Question 3: 15 points

Part B:

Part C:

Grading

• 2 points for each part of A
• 3 points for part B
• 4 points for part C

Question 4: 14 points

Insertion Sort

Grading:

• Selection sort: 1.1 points for w and a, 1.2 points for j, g, e and d. -1 point for incorrect answers.
• Insertsion sort: 1.1 points for w and a, 1.2 points for v, u, o and n. -1 point for incorrect answers.

Question 5: 15 points

Disjoint::Disjoint(int nelements)
{
  links.resize(nelements, -1);
  ranks.resize(nelements, 1);
}

int Disjoint::Union(int s1, int s2)
{
  int p, c;

  if (ranks[s1] >= ranks[s2]) {
    p = s1;
    c = s2;
  } else {
    p = s2;
    c = s1;
  }

  links[c] = p;
  ranks[p] += ranks[c];
  return p;
}

int Disjoint::Find(int element)
{
  while(links[element] != -1) element = links[element];
  return element;
}

Grading:

• Constructor: Three points.
• Find: Three points.
• Union: Four points, partitioned into:
  • DP - Determining parent.
  • SL - Setting links.
  • UR - Updating ranks.
  • RV - Return value.
• Naming the implementation.
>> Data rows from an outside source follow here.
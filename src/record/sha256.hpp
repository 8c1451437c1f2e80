// SHA-256 through OpenSSL libcrypto (EVP), as lower-case hex.
#pragma once

#include <cstddef>
#include <memory>
#include <string>
#include <string_view>

namespace loadtrim::record {

std::string sha256_hex(std::string_view data);
// Of a whole file, read in chunks of kHashChunkBytes (never the whole file in memory); empty string when the
// file cannot be read.
std::string sha256_file(const std::string& path);

// How much of a file is read at a time while it is hashed: the memory a hash takes, whatever the file's size
// (common practice, no source).
inline constexpr std::size_t kHashChunkBytes = std::size_t{1} << 20;

// A hash fed in pieces (OpenSSL EVP_DigestUpdate per piece): the same digest as sha256_hex of the pieces
// joined. Throws std::runtime_error only when OpenSSL fails.
class Sha256 {
 public:
  Sha256();
  ~Sha256();
  Sha256(const Sha256&) = delete;
  Sha256& operator=(const Sha256&) = delete;
  void update(const void* data, std::size_t n);
  // Lower-case hex; the hash takes no more data afterwards.
  std::string hex();

 private:
  struct Impl;
  std::unique_ptr<Impl> impl_;
};

}  // namespace loadtrim::record
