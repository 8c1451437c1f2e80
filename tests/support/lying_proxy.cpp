#include "support/lying_proxy.hpp"

#include <fcntl.h>
#include <netinet/in.h>
#include <netinet/tcp.h>
#include <poll.h>
#include <sys/resource.h>
#include <sys/socket.h>
#include <unistd.h>

#include <algorithm>
#include <atomic>
#include <cerrno>
#include <charconv>
#include <cmath>
#include <cstdio>
#include <deque>
#include <list>
#include <mutex>
#include <stdexcept>
#include <thread>

#include "line/line_protocol.hpp"

namespace loadtrim::testing {

const char* to_string(Lie lie) {
  switch (lie) {
    case Lie::none:
      return "none";
    case Lie::clock_frozen:
      return "clock_frozen";
    case Lie::clock_creeps:
      return "clock_creeps";
    case Lie::clock_backwards:
      return "clock_backwards";
    case Lie::clock_reset_to_zero:
      return "clock_reset_to_zero";
    case Lie::clock_jumps_ahead:
      return "clock_jumps_ahead";
    case Lie::clock_runs_fast:
      return "clock_runs_fast";
    case Lie::clock_runs_slow:
      return "clock_runs_slow";
    case Lie::status_clock_ahead:
      return "status_clock_ahead";
    case Lie::status_fault_hidden:
      return "status_fault_hidden";
    case Lie::setting_not_applied:
      return "setting_not_applied";
    case Lie::readback_differs:
      return "readback_differs";
    case Lie::never_stops:
      return "never_stops";
    case Lie::nan_speed:
      return "nan_speed";
    case Lie::inf_force:
      return "inf_force";
    case Lie::negative_speed:
      return "negative_speed";
    case Lie::index_backwards:
      return "index_backwards";
    case Lie::over_speed:
      return "over_speed";
    case Lie::fault_event:
      return "fault_event";
    case Lie::fault_flag:
      return "fault_flag";
    case Lie::at_limit:
      return "at_limit";
    case Lie::half_lines:
      return "half_lines";
    case Lie::silence:
      return "silence";
    case Lie::wrong_reply_seq:
      return "wrong_reply_seq";
    case Lie::wrong_mode:
      return "wrong_mode";
    case Lie::slow_stream:
      return "slow_stream";
    case Lie::trickle:
      return "trickle";
    case Lie::sample_dup_flood:
      return "sample_dup_flood";
    case Lie::event_flood:
      return "event_flood";
  }
  return "?";
}

std::string describe(const Trigger& t) {
  char b[64];
  switch (t.kind) {
    case Trigger::Kind::at_start:
      return "from the start";
    case Trigger::Kind::in_mode:
      std::snprintf(b, sizeof b, "%g", t.after_s);
      return "after " + t.what + " for " + b + " s";
    case Trigger::Kind::after_reply_to:
      return "after the reply to " + t.what;
  }
  return "?";
}

namespace {

using Clock = WallClock;
using line::Message;

// Lie parameters (what each lie in the header says).
constexpr double kBackwardsStepS = 100.0;
constexpr double kJumpAheadS = 1000.0;
constexpr double kResetLargeOffsetS = 1e6;
constexpr double kCreepS = 1e-9;
constexpr double kFastFactor = 10.0;
constexpr double kSlowFactor = 0.55;
constexpr double kStatusAheadS = 5000.0;
constexpr double kOverSpeedAboveKmh = 100.0;
constexpr double kOverSpeedFactor = 1.5;
constexpr int kSlowStreamEvery = 50;
constexpr int kDupCopies = 20;
constexpr auto kTrickleEvery = std::chrono::milliseconds(20);
constexpr std::size_t kMaxPendingReplies = 1024;
constexpr std::size_t kReadChunk = 65536;

struct Pair {
  int id = 0;
  int tool = -1, ctrl = -1;
  line::LineSplitter from_tool, from_ctrl;
  std::string to_tool, to_ctrl;
  std::size_t to_tool_off = 0, to_ctrl_off = 0;               // bytes already written from the front
  std::deque<std::pair<std::uint32_t, std::string>> pending;  // request seq → "VERB FIELD0", for replies
  std::deque<std::uint32_t> faked_stops;  // never_stops: request seqs rewritten to HOLD 30
  std::uint32_t seq_shift = 0;            // added (wrapping) to the controller's numbers
  std::uint32_t last_out_seq = 0;
  bool have_out_seq = false;
  Clock::time_point next_byte{};  // trickle
  bool dead = false;

  std::size_t tool_pending() const { return to_tool.size() - to_tool_off; }
  std::size_t ctrl_pending() const { return to_ctrl.size() - to_ctrl_off; }
};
If you wrote "union by rank" or "path compression," but you didn't actually implement path compression, then you did not get credit for this.
• Constructor running time: Linear
• Union running time: Constant
• Find running time: Log, unless you implemeneted union by rank with path compression, in which case it was O(α(n)).

Question 6: 15 points

#include <iostream>
#include <cstdio>
#include <cstdlib>
using namespace std;

long long two_ks(int K, long long S)
{
  long long rv;

  if (K == 0) return 1 % S;

  if (K%2 == 1) return (2 * two_ks(K-1, S)) % S;

  rv = two_ks(K/2, S);
  return (rv * rv) %S;
}

main()
{
  int K;
  long long S;

  cin >> K >> S;

  cout << two_ks(K, S) << endl;
  exit(0);
}

Grading:

• No base case: -4
• Base case did not have K==0 returning 1: -2 points
• Base case had K==0 returning 1, but not (1 mod S): -1 point
• You made two recursive calls in the even case. That will blow up performance to O(n): -4 points.